Hitting them again tomorrow and going to have my Camera with me this time. Thats what I get for lending it to someone...


----------



## tgaud11 (Sep 30, 2008)

NICE!!!....that looks like a blast...I request a detailed report when you get one on FLY!!!!!


----------



## rkmurphy (Nov 2, 2008)

I'm still mad you didn't call me...those fish are unnecessarily big...

Way to slay 'em!!


----------



## skinny_water (Jun 11, 2008)

So much hate...when have you been allowed to make it out on a Friday...point proven, lol


----------



## anytide (Jul 30, 2009)

well done!! -skinny  , reminds me of ol' gandy bridge, late nights, and blue crabs...oh and the squeeel of a 4/0 senator  ;D
                                   -'tide


----------



## RAYM (Jan 18, 2010)

Wow nice nice fish


----------



## Amsoil_Man (Feb 2, 2010)

Holy moly, those are Monsters.

Hahaha, I gonna catch it's dad


----------



## Gramps (Nov 1, 2007)

I have only heard rumors of the Tampa Bay black drum.... Those are monsters! 

Were they around a "key"?


----------



## mark_gardner (Mar 18, 2009)

nice work on the drum [smiley=1-thumbsup2.gif]


----------



## dacuban1 (Sep 9, 2008)

nice job with those slobs!


----------



## firecat1981 (Nov 27, 2007)

Lets say I was to go fishing on friday, where would one be able to find this floatilla of boats? Are they out near the skyway, desoto? I just want one! 

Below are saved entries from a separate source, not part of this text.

import { useState } from 'react';
import type { FitRequest } from '../../shared/plans/plans.schema.ts';
import { useSavePlan } from '../plans/queries.ts';
import { NameForm } from '../plans/parts/name-form.tsx';
import { paths } from '../paths.ts';
import { Button } from '../ui/button.tsx';
import { TextLink } from '../ui/link.tsx';

interface SavePlanProps {
  request: FitRequest;
  /** A name to begin with. */
  name: string;
  /** Only what the server has answered is saved: what one saves is what one sees. */
  isReady: boolean;
}

/** Keeps the plan under a name. The form opens where the button stood. */
export function SavePlan({ request, name, isReady }: SavePlanProps) {
  const [isOpen, setOpen] = useState(false);
  const save = useSavePlan();
  if (isOpen) {
    return (
      <NameForm
        label="Name of the plan"
        name={name}
        confirm="Save"
        cancel="Not now"
        isPending={save.isPending}
        error={save.error}
        onName={(chosen) => save.mutate({ ...request, name: chosen }, { onSuccess: () => setOpen(false) })}
        onCancel={() => {
          setOpen(false);
          save.reset();
        }}
      />
    );
  }
  return (
    <div className="flex flex-wrap items-center">
      <Button kind="primary" disabled={!isReady} onClick={() => setOpen(true)}>
        {save.isSuccess ? 'Save as another plan' : 'Save this plan'}
      </Button>
      <p role="status">
        {save.isSuccess && (
          <span className="ml-5">
            Saved. <TextLink to={paths.plan(save.data.id)}>Open {save.data.name}</TextLink>
          </span>
        )}
      </p>
    </div>
  );
}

Also how are you guys rigging the shrimp? jig head, freeline maybe?


----------



## skinny_water (Jun 11, 2008)

There is gunna be a cold front hitting Friday, 30% chance of rain, and WINDY. It looks like Thursday is your last chance at them. The ones that I checked yesterday were pretty thin (another report in the works), and have already done there deeds.

-Richard


----------



## firecat1981 (Nov 27, 2007)

Dang! :'(


----------



## hoser3 (Mar 24, 2008)

All I can say is WOW I dream of fish like that in my sleep great job.


----------



## HaMm3r (Dec 11, 2006)

Not quite as impressive as it would have been, had I not read your 2nd report 1st. ;D Still awesome though!!


----------